General information
- Type: Paraglider
- National origin: France
- Manufacturer: ITV Parapentes
- Designer: Xavier Demoury
- Status: Production completed

= ITV Opale =

French paraglider

The ITV Opale (Opal) is a French single-place, paraglider that was designed by Xavier Demoury and produced by ITV Parapentes of Épagny, Haute-Savoie. It is now out of production.

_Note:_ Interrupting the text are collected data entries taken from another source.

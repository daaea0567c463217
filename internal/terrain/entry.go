package terrain

import (
	"errors"
	"io/fs"
	"os"
	"path"
	"slices"
	"strings"
	"sync"
	"sync/atomic"
	"time"

	"github.com/paulmach/orb"

	"ridgehop/internal/raster"
	"ridgehop/internal/terrain/catalogue"
	"ridgehop/internal/terrain/footprints"
	"ridgehop/profile"
)

// entry is one raster, or one file of outlines, and where it lies.
type entry struct {
	profile.Raster
	source   *source
	info     raster.Info
	path     string
	bytes    int64
	beside   besideFile // the file beside it that says where its pixels lie
	remote   bool
	outlines *footprints.Footprints
	gone     atomic.Bool // a remote one that was replaced since it was looked at

	mu        sync.Mutex // guards what follows
	known     string     // the version, once it is known
	checkedAt time.Time  // when a remote one was last found unchanged
}

func (t *Terrain) newEntry(s *source, where, name string) *entry {
	e := &entry{Raster: profile.Raster{Name: name, Kind: s.Kind, Source: s.Name}, source: s, path: where, remote: catalogue.Remote(where)}
	return e
}

// describe copies what the raster declares to where callers see it.
func (e *entry) describe(info raster.Info) {
	e.info = info
	e.Width, e.Height = info.Width, info.Height
	e.CRS, e.EPSG = info.CRS.Name, info.CRS.EPSG
	e.Format, e.DataType = info.Driver, info.DataType
	e.NoData, e.HasNoData = info.NoData, info.HasNoData
	e.PixelIsPoint = info.PixelIsPoint
}

// dataDate is when the raster's content was last changed, as far as is known.
func (e *entry) dataDate() string {
	if e.Modified.IsZero() {
		return ""
	}
	return e.Modified.UTC().Format("2006-01-02")
}

// unchanged is an error once the file is no longer the one that was loaded: its
// pixels may have moved, and its version no longer names them.
func (e *entry) unchanged() error {
	stat, err := os.Stat(e.path)
	if err != nil {
		return errors.New("the file is gone")
	}
	if stat.Size() != e.bytes || !stat.ModTime().Equal(e.Modified) || besideOf(e.path) != e.beside {
		return errors.New("the file has changed since it was loaded: reload the rasters to use it as it is now")
	}
	return nil
}

// exists is an error where there is no such file.
func exists(path string) error {
	_, err := os.Stat(path)
	return withoutFolder(err)
}

// withoutFolder is the error without the place on disk.
func withoutFolder(err error) error {
	if where, ok := errors.AsType[*fs.PathError](err); ok {
		return where.Err
	}
	return err
}

// cellBound is the degree of the earth that a cell is.
func cellBound(c catalogue.Cell) orb.Bound {
	lon, lat := float64(c.Lon), float64(c.Lat)
	return orb.Bound{Min: orb.Point{lon, lat}, Max: orb.Point{lon + 1, lat + 1}}
}

// kindOf reads the kind from the file's name, or else from the folders that it
// lies in, where producers write it by custom: "dtm" for bare earth, "dsm" for
// surfaces. "dem" and anything else say nothing about it, nor do both words at
// once. Common practice, no source.
func kindOf(name string) profile.Kind {
	folders, file := path.Split(name)
	if kind := kindIn(file); kind != profile.KindUnstated {
		return kind
	}
	return kindIn(folders)
}

func kindIn(text string) profile.Kind {
	words := strings.FieldsFunc(strings.ToLower(text), func(r rune) bool { return !(r >= 'a' && r <= 'z') })
	ground, surface := slices.Contains(words, "dtm"), slices.Contains(words, "dsm")
	switch {
	case ground && !surface:
		return profile.KindGround
	case surface && !ground:
		return profile.KindSurface
	}
	return profile.KindUnstated
}

// besideFile is the size and the date of the file beside a raster that says where
// its pixels lie; zero where there is none.
type besideFile struct {
	Bytes    int64
	Modified int64 // nanoseconds since 1970
}

func besideOf(path string) besideFile {
	beside := raster.Beside(path)
	if beside == "" {
		return besideFile{}
	}
	stat, err := os.Stat(beside)
	if err != nil {
		return besideFile{}
	}
	return besideFile{stat.Size(), stat.ModTime().UnixNano()}
}
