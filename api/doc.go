// Package api is the service over HTTP: the contract (openapi.yaml), the server
// generated from it, thin handlers, and the table that turns errors into RFC
// 9457 problem documents. The command line reads requests and writes answers
// through it too, so that both speak the same JSON.
package api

==Design and development==
The Opale was designed as a beginner glider. The models are each named for their approximate wing area in square metres.

==Variants==
- Opale 24
Small-sized model for lighter pilots. Its 9.8 m span wing has a wing area of 23.50 m2, 35 cells and the aspect ratio is 4.1:1. The pilot weight range is 55 to 70 kg. The glider model is CEN Standard certified.
- Opale 27
Mid-sized model for medium-weight pilots. Its 11 m span wing has a wing area of 27 m2, 35 cells and the aspect ratio is 4.5:1. The pilot weight range is 70 to 90 kg. The glider model is CEN Standard certified.
- Opale 30
Large-sized model for heavier pilots. Its 11.6 m span wing has a wing area of 29.60 m2, 35 cells and the aspect ratio is 4.6:1. The pilot weight range is 90 to 105 kg. The glider model is CEN Standard certified.